Trump brought a dozen of America's most powerful CEOs to Beijing this week — Jensen Huang, Tim Cook, Elon Musk, and others — to meet with Xi Jinping. The optics were big. The results were not. And the whole experience was presumably a nightmare for Trump's emotional-support CEOs.
Here's why: these companies aren't trying to expand into China. They're trying to hold onto what they already have — and in most cases, they're losing it anyway. Tim Cook has built Apple's entire supply chain around China. Nvidia has gone from 95% AI chip market share in China to nearly zero. Musk is trying to sell Teslas in a country that views Starlink as a military threat.

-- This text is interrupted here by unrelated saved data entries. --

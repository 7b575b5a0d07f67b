import type { Alternator, CurvePoint } from './types';

/**
 * Default output shape as a fraction of the rated hot output against alternator shaft speed:
 * nothing below cut-in (~1000 rpm), a steep rise, saturation toward the rating by 6000 rpm.
 * Common practice, no published source; teams should enter their unit's own curve.
 */
export const DEFAULT_CURVE_SHAPE: readonly CurvePoint[] = [
	{ rpm: 0, currentA: 0 },
	{ rpm: 1000, currentA: 0 },
	{ rpm: 1500, currentA: 0.45 },
	{ rpm: 2000, currentA: 0.65 },
	{ rpm: 3000, currentA: 0.85 },
	{ rpm: 4000, currentA: 0.93 },
	{ rpm: 5000, currentA: 0.97 },
	{ rpm: 6000, currentA: 1 },
];

/** Alternator shaft speed from engine speed: n_alt = n_engine × (D_crank / D_alt). */
export function alternatorRpm(engineRpm: number, pulleyRatio: number): number {
	return engineRpm * pulleyRatio;
}

function interpolate(curve: readonly CurvePoint[], rpm: number): number {
	if (curve.length === 0) return 0;
	const sorted = [...curve].sort((a, b) => a.rpm - b.rpm);
	if (rpm <= sorted[0]!.rpm)
		return sorted[0]!.rpm === 0 || rpm === sorted[0]!.rpm ? sorted[0]!.currentA : 0;
	for (let i = 1; i < sorted.length; i++) {
		const b = sorted[i]!;
		const a = sorted[i - 1]!;
		if (rpm <= b.rpm)
			return a.currentA + ((b.currentA - a.currentA) * (rpm - a.rpm)) / (b.rpm - a.rpm);
	}
	return sorted[sorted.length - 1]!.currentA;
}

/**
 * Hot output limit (A) at an engine speed: the curve (or the default shape scaled to the rated
 * hot output) at engine rpm × pulley ratio, derated by hotFactor when the curve was taken cold.
 * Below the first curve point the output is zero (not yet cut in); above the last it holds.
 */
export function alternatorLimitA(alt: Alternator, engineRpm: number): number {
	if (engineRpm <= 0) return 0;
	const rpm = alternatorRpm(engineRpm, alt.pulleyRatio);
	if (alt.curve.length === 0) return alt.ratedHotA * interpolate(DEFAULT_CURVE_SHAPE, rpm);
	const raw = interpolate(alt.curve, rpm);
	return alt.curveIsCold ? raw * alt.hotFactor : raw;
}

The world that made Silicon Valley possible — the open-market, borderless-money era that began when China joined the WTO in 2001 — is over. And no amount of diplomatic face time with Xi Jinping, or plane rides with Trump, is going to bring it back.

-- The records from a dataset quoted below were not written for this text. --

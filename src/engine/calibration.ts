import { CALIBRATION_PARAMETERS, calibrateFromRun as calibrateFromRunUnchecked } from './calibrate';
import { assertEngineInput, EngineInputError } from './guard';

export { applyCalibration, CALIBRATION_PARAMETERS, loggedVoltageModel } from './calibrate';

/** Logs longer than this are thinned by the caller first; a fit never needs more. */
const MAX_CALIBRATION_SAMPLES = 500_000;
export const calibrateFromRun: typeof calibrateFromRunUnchecked = (doc, samples, options) => {
	assertEngineInput(doc, { calibration: options });
	if (!Array.isArray(samples) || samples.length > MAX_CALIBRATION_SAMPLES)
		throw new EngineInputError([
			{ path: 'samples', message: `Give up to ${MAX_CALIBRATION_SAMPLES} samples` },
		]);
	const fits: readonly string[] = CALIBRATION_PARAMETERS;
	if (!Array.isArray(options.fit) || options.fit.some((f) => !fits.includes(f)))
		throw new EngineInputError([
			{ path: 'calibration.fit', message: `Fit any of ${fits.join(', ')}` },
		]);
	return calibrateFromRunUnchecked(doc, samples, options);
};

The CEOs Flying to China with Trump Need Xi Jinping Far More Than He Needs Them
Elon Musk’s net worth changes by more in a single trading day than most people earn in a lifetime. His time is the most expensive commodity any human being controls, and a trip to Beijing spends whole days of it. And as a CEO whose companies are critical infrastructure for the U.S. government, it isn’t just a question of time or money or the advance teams or the device protocols. A man who counts the Pentagon as a client carrying even a single phone with him into China is a national security event, not just some business passenger. It’s a money-losing diplomatic nightmare for everyone involved.